- **TASK INSTRUCTIONS**
Pull every "over" line out of the data below.

- **RECORDS SUPPLIED**
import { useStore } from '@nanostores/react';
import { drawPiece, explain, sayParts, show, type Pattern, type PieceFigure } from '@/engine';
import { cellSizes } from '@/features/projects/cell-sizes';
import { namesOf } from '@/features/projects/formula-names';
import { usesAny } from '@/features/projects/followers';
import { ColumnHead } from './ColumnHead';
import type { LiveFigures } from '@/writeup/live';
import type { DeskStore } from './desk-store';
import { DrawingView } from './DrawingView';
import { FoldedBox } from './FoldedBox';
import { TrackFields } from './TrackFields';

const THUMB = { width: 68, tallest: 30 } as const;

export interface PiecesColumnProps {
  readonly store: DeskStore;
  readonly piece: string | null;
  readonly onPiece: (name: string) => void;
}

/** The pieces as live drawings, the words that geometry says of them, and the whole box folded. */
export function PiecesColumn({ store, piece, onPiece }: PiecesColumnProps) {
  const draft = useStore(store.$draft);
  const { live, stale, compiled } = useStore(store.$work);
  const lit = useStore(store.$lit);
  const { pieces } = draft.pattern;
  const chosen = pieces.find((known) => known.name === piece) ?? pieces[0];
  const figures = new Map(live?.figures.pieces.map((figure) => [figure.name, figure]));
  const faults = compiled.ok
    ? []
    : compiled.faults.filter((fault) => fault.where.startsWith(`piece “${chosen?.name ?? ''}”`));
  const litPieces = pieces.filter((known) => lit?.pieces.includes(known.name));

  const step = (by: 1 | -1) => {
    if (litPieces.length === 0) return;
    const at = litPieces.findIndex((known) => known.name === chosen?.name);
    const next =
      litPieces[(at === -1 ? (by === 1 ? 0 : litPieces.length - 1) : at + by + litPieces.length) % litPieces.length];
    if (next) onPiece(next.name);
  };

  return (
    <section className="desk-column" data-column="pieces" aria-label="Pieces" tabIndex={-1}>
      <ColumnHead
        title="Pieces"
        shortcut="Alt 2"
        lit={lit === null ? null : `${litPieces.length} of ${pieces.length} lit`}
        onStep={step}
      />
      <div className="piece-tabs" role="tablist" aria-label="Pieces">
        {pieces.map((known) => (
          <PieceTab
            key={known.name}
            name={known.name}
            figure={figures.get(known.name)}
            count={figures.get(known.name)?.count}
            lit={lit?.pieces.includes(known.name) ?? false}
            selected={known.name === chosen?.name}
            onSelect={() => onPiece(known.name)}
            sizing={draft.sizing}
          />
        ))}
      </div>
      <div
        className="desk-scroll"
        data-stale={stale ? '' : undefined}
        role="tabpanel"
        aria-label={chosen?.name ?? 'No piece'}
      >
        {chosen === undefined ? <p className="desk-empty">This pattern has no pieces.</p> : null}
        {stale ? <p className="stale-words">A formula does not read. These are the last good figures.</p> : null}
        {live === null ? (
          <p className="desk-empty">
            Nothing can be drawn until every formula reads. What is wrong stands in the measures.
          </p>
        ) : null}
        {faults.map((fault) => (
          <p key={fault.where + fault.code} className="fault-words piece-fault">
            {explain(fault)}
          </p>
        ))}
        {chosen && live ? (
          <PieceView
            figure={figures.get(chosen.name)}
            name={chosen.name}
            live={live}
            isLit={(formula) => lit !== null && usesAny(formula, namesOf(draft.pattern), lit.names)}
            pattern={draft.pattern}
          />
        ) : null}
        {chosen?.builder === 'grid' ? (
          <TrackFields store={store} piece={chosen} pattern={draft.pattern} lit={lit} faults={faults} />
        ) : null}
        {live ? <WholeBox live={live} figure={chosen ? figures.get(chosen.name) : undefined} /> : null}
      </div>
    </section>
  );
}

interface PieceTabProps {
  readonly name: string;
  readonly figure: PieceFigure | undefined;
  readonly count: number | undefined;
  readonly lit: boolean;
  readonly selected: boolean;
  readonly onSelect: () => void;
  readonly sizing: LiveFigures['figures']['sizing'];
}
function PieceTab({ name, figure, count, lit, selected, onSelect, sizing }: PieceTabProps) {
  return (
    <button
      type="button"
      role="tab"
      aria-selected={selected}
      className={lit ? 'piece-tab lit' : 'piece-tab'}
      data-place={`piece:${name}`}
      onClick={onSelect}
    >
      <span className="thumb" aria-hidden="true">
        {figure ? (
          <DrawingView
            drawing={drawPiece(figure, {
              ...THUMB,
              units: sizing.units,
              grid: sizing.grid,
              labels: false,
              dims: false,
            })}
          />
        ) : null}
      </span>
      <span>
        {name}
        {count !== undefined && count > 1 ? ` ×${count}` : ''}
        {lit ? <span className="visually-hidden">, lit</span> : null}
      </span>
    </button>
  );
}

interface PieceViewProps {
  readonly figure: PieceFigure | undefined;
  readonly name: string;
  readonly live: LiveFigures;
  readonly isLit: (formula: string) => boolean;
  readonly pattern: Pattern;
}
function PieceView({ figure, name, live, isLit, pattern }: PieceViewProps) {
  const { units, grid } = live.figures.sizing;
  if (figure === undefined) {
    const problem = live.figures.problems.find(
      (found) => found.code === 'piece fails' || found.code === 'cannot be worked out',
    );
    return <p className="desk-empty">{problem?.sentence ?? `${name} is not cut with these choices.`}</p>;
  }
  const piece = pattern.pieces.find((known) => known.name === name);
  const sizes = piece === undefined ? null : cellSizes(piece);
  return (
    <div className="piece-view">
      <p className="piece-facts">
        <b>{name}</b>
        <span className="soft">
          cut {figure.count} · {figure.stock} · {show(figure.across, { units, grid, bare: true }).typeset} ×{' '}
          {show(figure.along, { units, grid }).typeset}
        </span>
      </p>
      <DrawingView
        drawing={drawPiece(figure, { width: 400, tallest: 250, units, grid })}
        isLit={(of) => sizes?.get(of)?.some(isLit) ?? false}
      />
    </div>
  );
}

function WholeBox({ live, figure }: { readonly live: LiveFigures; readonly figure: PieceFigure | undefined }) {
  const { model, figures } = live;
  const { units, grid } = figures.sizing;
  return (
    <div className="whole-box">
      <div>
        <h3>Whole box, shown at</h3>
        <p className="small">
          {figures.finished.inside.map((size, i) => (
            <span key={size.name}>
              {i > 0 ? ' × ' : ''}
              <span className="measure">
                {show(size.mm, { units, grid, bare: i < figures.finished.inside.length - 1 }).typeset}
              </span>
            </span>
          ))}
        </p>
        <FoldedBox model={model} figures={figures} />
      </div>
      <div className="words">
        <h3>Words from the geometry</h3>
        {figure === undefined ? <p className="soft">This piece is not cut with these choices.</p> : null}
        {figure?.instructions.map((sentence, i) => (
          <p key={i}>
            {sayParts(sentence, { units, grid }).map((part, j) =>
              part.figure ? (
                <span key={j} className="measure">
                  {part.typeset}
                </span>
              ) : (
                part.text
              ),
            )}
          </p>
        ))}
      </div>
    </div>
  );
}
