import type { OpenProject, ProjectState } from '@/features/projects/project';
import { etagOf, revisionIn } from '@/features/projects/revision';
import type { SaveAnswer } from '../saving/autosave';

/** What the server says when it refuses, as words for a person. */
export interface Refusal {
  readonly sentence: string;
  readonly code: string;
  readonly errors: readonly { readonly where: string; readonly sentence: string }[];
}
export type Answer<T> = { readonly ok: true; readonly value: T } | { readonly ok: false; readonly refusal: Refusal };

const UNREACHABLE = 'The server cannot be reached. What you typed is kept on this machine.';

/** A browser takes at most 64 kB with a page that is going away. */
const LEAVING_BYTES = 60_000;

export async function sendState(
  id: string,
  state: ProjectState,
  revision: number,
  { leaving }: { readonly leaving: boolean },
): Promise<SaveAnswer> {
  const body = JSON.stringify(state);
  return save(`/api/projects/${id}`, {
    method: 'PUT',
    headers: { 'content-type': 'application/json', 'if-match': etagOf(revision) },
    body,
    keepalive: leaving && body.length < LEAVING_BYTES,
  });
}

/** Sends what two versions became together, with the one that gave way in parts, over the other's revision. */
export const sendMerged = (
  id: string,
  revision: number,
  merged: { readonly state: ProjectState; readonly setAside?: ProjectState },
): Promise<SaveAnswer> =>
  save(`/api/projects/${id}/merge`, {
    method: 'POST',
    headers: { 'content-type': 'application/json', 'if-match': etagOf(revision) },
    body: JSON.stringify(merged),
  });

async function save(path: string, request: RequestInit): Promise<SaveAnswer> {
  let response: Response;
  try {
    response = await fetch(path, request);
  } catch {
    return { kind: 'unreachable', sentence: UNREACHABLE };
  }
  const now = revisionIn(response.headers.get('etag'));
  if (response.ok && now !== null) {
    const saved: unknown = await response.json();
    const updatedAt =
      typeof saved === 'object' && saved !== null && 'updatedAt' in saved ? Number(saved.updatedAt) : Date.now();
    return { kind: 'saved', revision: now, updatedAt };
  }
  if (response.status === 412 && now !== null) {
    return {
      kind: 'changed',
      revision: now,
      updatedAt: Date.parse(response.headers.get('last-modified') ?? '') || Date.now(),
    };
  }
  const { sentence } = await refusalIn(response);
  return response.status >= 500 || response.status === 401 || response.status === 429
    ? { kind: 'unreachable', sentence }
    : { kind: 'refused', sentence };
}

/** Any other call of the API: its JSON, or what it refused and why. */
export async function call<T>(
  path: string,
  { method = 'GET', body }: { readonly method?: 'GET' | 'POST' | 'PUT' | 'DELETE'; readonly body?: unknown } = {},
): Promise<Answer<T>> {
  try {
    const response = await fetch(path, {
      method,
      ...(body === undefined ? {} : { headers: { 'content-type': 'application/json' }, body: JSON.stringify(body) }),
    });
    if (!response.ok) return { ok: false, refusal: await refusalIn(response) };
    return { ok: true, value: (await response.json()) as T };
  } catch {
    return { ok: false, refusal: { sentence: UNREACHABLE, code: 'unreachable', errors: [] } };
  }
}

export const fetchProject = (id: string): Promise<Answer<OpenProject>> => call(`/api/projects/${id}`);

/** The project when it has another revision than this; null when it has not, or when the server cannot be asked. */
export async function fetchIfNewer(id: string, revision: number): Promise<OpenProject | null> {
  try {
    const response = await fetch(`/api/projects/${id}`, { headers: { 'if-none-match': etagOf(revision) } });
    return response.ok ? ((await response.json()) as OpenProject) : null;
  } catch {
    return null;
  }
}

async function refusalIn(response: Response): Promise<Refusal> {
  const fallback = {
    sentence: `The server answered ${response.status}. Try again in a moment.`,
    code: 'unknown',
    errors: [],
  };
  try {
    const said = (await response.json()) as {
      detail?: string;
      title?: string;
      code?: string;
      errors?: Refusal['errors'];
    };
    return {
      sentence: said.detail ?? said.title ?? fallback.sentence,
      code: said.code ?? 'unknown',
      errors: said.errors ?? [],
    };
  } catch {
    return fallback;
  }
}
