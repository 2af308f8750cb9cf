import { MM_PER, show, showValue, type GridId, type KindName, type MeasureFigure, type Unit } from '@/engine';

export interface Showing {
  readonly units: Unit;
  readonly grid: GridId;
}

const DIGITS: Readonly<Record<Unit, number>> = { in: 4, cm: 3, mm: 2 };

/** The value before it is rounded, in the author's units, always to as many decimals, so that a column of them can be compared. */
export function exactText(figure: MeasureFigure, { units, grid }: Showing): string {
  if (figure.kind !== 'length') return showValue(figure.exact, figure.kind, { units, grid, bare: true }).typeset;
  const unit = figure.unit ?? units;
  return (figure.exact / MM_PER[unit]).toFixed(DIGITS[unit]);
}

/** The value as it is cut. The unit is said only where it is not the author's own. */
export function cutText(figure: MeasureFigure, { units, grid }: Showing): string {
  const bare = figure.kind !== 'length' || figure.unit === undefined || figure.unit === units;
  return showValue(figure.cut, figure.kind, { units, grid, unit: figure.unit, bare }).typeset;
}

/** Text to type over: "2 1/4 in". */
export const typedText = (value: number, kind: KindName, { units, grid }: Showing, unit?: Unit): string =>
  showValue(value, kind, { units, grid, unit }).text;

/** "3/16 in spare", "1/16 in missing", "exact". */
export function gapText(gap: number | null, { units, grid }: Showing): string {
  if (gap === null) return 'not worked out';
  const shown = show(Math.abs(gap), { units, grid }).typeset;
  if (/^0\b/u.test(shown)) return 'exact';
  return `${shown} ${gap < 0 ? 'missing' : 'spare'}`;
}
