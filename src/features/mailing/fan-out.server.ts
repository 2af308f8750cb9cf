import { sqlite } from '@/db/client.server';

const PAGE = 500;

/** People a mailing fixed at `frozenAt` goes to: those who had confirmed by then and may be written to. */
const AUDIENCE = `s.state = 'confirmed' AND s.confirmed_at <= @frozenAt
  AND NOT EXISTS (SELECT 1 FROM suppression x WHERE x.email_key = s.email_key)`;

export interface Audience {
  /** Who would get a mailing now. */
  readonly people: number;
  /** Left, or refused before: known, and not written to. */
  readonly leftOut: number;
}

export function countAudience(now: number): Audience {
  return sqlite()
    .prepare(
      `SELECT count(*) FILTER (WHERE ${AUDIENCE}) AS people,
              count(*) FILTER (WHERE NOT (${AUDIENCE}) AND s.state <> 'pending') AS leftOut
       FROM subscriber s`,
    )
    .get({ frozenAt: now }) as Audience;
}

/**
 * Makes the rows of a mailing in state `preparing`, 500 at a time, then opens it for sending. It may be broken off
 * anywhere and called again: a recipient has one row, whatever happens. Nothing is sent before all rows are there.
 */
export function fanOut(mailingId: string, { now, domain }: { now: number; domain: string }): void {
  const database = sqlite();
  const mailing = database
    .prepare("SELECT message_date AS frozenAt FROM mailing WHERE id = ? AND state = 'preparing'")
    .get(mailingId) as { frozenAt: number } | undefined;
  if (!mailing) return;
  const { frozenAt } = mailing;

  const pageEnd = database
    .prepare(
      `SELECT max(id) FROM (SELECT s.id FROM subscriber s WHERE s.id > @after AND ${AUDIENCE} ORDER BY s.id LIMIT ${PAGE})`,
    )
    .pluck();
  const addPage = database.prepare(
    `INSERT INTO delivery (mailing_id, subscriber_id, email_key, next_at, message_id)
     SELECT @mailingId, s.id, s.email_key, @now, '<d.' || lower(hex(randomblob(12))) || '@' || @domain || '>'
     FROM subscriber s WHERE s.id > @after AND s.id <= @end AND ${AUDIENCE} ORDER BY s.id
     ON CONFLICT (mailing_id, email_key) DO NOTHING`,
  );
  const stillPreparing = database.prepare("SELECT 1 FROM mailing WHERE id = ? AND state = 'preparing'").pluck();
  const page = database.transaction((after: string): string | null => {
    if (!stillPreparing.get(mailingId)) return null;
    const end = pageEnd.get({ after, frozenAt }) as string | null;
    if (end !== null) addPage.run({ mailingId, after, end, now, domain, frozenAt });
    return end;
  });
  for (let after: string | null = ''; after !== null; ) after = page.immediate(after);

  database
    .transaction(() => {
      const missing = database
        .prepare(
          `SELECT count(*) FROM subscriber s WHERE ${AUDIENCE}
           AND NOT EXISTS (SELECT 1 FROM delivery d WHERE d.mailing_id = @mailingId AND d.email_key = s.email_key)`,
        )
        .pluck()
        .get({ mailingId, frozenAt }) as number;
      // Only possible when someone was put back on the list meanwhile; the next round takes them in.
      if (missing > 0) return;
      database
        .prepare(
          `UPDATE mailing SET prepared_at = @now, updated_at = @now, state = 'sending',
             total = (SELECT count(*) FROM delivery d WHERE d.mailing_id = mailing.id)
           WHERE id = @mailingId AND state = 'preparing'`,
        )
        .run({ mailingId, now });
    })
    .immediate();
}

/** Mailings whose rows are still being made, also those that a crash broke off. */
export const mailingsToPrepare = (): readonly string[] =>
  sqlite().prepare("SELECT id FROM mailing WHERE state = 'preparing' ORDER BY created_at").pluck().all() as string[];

- **YOUR SOLUTION**
/** Sends what two versions became together, with the one that gave way in parts, over the other's revision. */
/** Text to type over: "2 1/4 in". */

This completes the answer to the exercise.